Nonetheless, Mr. Monticelli admitted that global resources devoted to finding new vaccines are still far below the social optimum. “Some economists and policymakers tell you that the market should take care of this – but that hasn’t worked in the case of vaccines,” he mused. “In fact, it’s a textbook example of market failure.”

Remedial measures have been undertaken at the highest levels – including the Group of Eight (G-8), the world’s eight most industrialized nations that meet regularly to discuss and draw up global economic policies. Initiatives such as Advance Market Commitment (AMC) and International Financing Facility for Immunization (IFFIm) have made billions of dollars available to support research or finance vaccine purchases by poor countries.

Advance Market Commitment is a model aiming to spur development of vaccines against diseases prevalent in the developing world. A pilot program targeting pneumococcal disease, a major cause of pneumonia and meningitis that kill more than a million children every year, has received funding commitments of USD 1.5 billion from Italy, the UK, Canada, Russia and Norway – plus the Gates Foundation.

The AMC model uses public money to create a market that otherwise wouldn’t exist. Sponsors make a legally binding commitment to pay an agreed price for a vaccine – on condition that the vaccine meets pre-agreed criteria and developing countries want to use it. Mr. Monticelli insists that by contrast to direct funding of research “that boils down to a bureaucrat choosing a particular avenue of research as opposed to another,” the AMC model leaves pharmaceutical companies free to choose the avenues of research that they consider most promising.

At the same time, money is spent against results and only paid out against delivery to countries that will use the new vaccine, a key consideration for Finance Ministers and taxpayers, he added. Underscoring the appeal of the AMC model, it took a mere two years from the initial presentation by Italy at a G-8 meeting in February 2005 to unanimous approval by G-8 Finance Ministers and launch of the AMC pilot program in February 2007.

Separately, IFFIm is a program originally proposed by the UK government that uses pledges of future grant funding to raise money from international capital markets for immediate use. Specifically, pledges by donors are used to issue triple-A rated bonds and proceeds from the bond issues are channeled by GAVI into vaccination programs. Bonds are eventually redeemed when funds are actually disbursed by donors.
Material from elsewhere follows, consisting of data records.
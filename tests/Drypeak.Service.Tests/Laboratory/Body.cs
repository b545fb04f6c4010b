using System.Globalization;
using System.Text.Json.Nodes;

namespace Drypeak.Service.Tests.Laboratory;

/// <summary>Bodies for the tests: one sound test from Ternmarsh, and that test with places changed.</summary>
internal static class Body
{
    /// <summary>Stands for the value of a member that is to be taken out.</summary>
    public const string Absent = "absent";

    /// <summary>Five specimens with round water contents: 10, 12, 14, 16 and 18 %.</summary>
    public const string Sound = """
        {
          "reference": "Ternmarsh, borrow area 2, sample 1",
          "method": "astm-d698-a",
          "units": { "mass": "g", "volume": "cm3", "density": "Mg/m3" },
          "mold": { "mass": 4250.0, "volume": 943.0 },
          "specificGravity": { "value": 2.70, "determined": "measured" },
          "specimens": [
            { "label": "1", "moldAndWetSoil": 6064.2, "tins": [ { "tin": 30.0, "wet": 140.0, "dry": 130.0 } ] },
            { "label": "2", "moldAndWetSoil": 6173.3, "tins": [ { "tin": 31.0, "wet": 143.0, "dry": 131.0 } ] },
            { "label": "3", "moldAndWetSoil": 6250.6, "tins": [ { "tin": 32.0, "wet": 146.0, "dry": 132.0 } ] },
            { "label": "4", "moldAndWetSoil": 6251.8, "tins": [ { "tin": 33.0, "wet": 149.0, "dry": 133.0 } ] },
            { "label": "5", "moldAndWetSoil": 6219.5, "tins": [ { "tin": 34.0, "wet": 152.0, "dry": 134.0 } ] }
          ]
        }
        """;

    /// <summary>The sound test with values set (or added, or taken out) at the places of JSON pointers.</summary>
    public static string With(params ReadOnlySpan<(string Place, string Json)> edits)
    {
        var document = JsonNode.Parse(Sound)!;
        foreach (var (place, json) in edits)
        {
            Set(document, place, json);
        }

        return document.ToJsonString();
    }

    /// <summary>The sound test with one value set at a place.</summary>
    public static string With(string place, string json) => With((place, json));

    /// <summary>The sound test with other specimens.</summary>
    public static string WithSpecimens(params IEnumerable<string> specimens) => With("/specimens", $"[{string.Join(',', specimens)}]");

    /// <summary>The sound test with specimens that begin at water content, %, and dry density, Mg/m³.</summary>
    public static string WithPoints(params IEnumerable<(double WaterContent, double DryDensity)> points) => WithSpecimens(points.Select(Point));

    /// <summary>A specimen that begins at water content and dry density.</summary>
    public static string Point((double WaterContent, double DryDensity) point) =>
        string.Create(CultureInfo.InvariantCulture, $$"""{"waterContent":{{point.WaterContent:R}},"dryDensity":{{point.DryDensity:R}}}""");

    private static void Set(JsonNode document, string place, string json)
    {
        var steps = place.Split('/')[1..];
        var parent = steps[..^1].Aggregate(document, (node, step) => node is JsonArray list ? list[int.Parse(step, CultureInfo.InvariantCulture)]! : node[step]!);
        switch (parent, json)
        {
            case (JsonObject members, Absent):
                members.Remove(steps[^1]);
                break;
            case (JsonObject members, _):
                members[steps[^1]] = JsonNode.Parse(json);
                break;
            case (JsonArray list, Absent):
                list.RemoveAt(int.Parse(steps[^1], CultureInfo.InvariantCulture));
                break;
            case (JsonArray list, _) when steps[^1] == "-":
                list.Add(JsonNode.Parse(json));
                break;
            case (JsonArray list, _):
                list[int.Parse(steps[^1], CultureInfo.InvariantCulture)] = JsonNode.Parse(json);
                break;
        }
    }
}
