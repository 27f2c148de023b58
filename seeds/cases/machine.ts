/* The machine of a case walked through the gates that the case has passed, so that its snapshot is one the machine can reach. */
import { type Role, type SeatRole, type Stage } from '@domain/case';
import {
  type CaseContext,
  type CaseEvent,
  caseMachine,
  type CaseSnapshot,
  initialSnapshot,
  nextCase,
  stageOf as stageOfSnapshot,
} from '@workflows/case';
import { personId } from '../convert';
import { rolesOf, seatsOf, stageOf } from '../load/plan';
import { type DemoCase } from './demo-case-types';

type Step = (demo: DemoCase, documents: readonly string[]) => CaseEvent;

/** An actor with the roles they have at the site and every seat they hold in the case. */
function actor(demo: DemoCase, person: string): { id: string; roles: Role[]; seats: SeatRole[] } {
  const seats = seatsOf(demo).filter((seat) => seat.person === person);
  return { id: personId(person), roles: rolesOf(person), seats: seats.map((seat) => seat.role) };
}

const by = (demo: DemoCase, role: SeatRole): string =>
  seatsOf(demo).find((seat) => seat.role === role)?.person ?? '';
const pass =
  (role: SeatRole): Step =>
  (demo) => ({ type: 'PASS', open: [], actor: actor(demo, by(demo, role)) });
const sign =
  (last: boolean): Step =>
  (demo) => ({ type: 'SIGN', last, plant: true, open: [], actor: actor(demo, by(demo, 'approver')) });
const issue: Step = (demo, documents) => ({
  type: 'ISSUE',
  document: documents[0] ?? '',
  open: [],
  actor: actor(demo, by(demo, 'operations')),
});
const withdraw: Step = (demo) => ({
  type: 'WITHDRAW',
  reason: demo.withdrawal?.reason ?? '',
  actor: actor(demo, by(demo, 'originator')),
});
const refuse: Step = (demo) => ({
  type: 'REFUSE',
  reason: demo.refusal?.reason ?? '',
  actor: actor(demo, by(demo, 'approver')),
});
const authorise: Step = (demo) => ({
  type: 'AUTHORISE',
  protectionKept: true,
  how: 'signed',
  actor: { id: personId(demo.authorised_by ?? ''), roles: rolesOf(demo.authorised_by ?? ''), seats: [] },
});
const act: Step = (demo, documents) => ({
  type: 'RECORD_ACTED',
  document: documents[0] ?? '',
  actor: actor(demo, by(demo, 'operations')),
});

const TO_APPROVAL = [pass('originator'), pass('originator'), pass('checker')];
const STEPS: Partial<Record<Stage, Step[]>> = {
  draft: [],
  scenarios: [pass('originator')],
  check: [pass('originator'), pass('originator')],
  approval: [...TO_APPROVAL, sign(false)],
  field: [...TO_APPROVAL, sign(true)],
  'in-force': [...TO_APPROVAL, sign(true), issue],
  withdrawn: [pass('originator'), withdraw],
  refused: [...TO_APPROVAL, refuse],
};

function stepsOf(demo: DemoCase): Step[] {
  return demo.emergency ? [authorise, act] : (STEPS[stageOf(demo)] ?? []);
}

/** The snapshot of a case in its stage. Throws when the machine refuses a step: the seed would lie about the case. */
export function snapshotOf(
  demo: DemoCase,
  documents: readonly string[],
  ends: string | undefined,
): CaseSnapshot {
  const context: CaseContext = {
    class: demo.class as CaseContext['class'],
    graded: false,
    acted: false,
    ...(ends === undefined ? {} : { ends }),
    extensions: 0,
    documents: documents.map((id) => ({ id, state: 'open' as const })),
    removed: [],
  };
  let snapshot = initialSnapshot(context);
  for (const step of stepsOf(demo)) {
    const event = step(demo, documents);
    const next = nextCase(snapshot, event);
    if (!next.can)
      throw new Error(`the machine refuses ${event.type} of ${demo.id} in ${stageOfSnapshot(snapshot)}`);
    snapshot = next.snapshot;
  }
  return snapshot;
}

/** A snapshot as it is stored. */
export function stored(snapshot: CaseSnapshot): unknown {
  return JSON.parse(JSON.stringify(caseMachine.getPersistedSnapshot(snapshot)));
}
The initial IFFIm bond issue in November 2006 raised USD 1 billion, based on pledges from the UK, Italy, France, Spain, Sweden and Norway. Over the next decade, IFFIm is expected to raise a total of USD 4 billion from existing and new sponsors, such as South Africa and Brazil. That investment is expected to prevent deaths of more than 5 million children and an equal number of adults between 2006 and 2015.

An early look ahead

When Dr. de Quadros was invited by Novartis to an international conference in Siena, Italy last summer to discuss plans for NVGH, he quickly became convinced that the institute was a timely initiative that could make crucial contributions in improving access to vaccines in the developing world. “There is a whole array of things that needs to be tackled,” he adds. “What’s the most cost-effective way to deliver a product; how much can NVGH contribute in terms of looking at the installed capacity for diagnostics, and for disease surveillance. This idea of training is also brilliant – to have younger people being trained at the lab bench as well as doing studies in the field and looking at community acceptance. It’s fundamental. And it’s very encouraging to see that NVGH is looking at these downstream aspects of vaccine research and development at such an early stage of operations,” he adds.

“This is something that will give added visibility to the field of neglected diseases,” he says with a smile. “The idea has been very well received by people I talk to in Washington D.C. and other world capitals. In fact, many have even begun to ask why it took so long for someone to finally decide to do it.”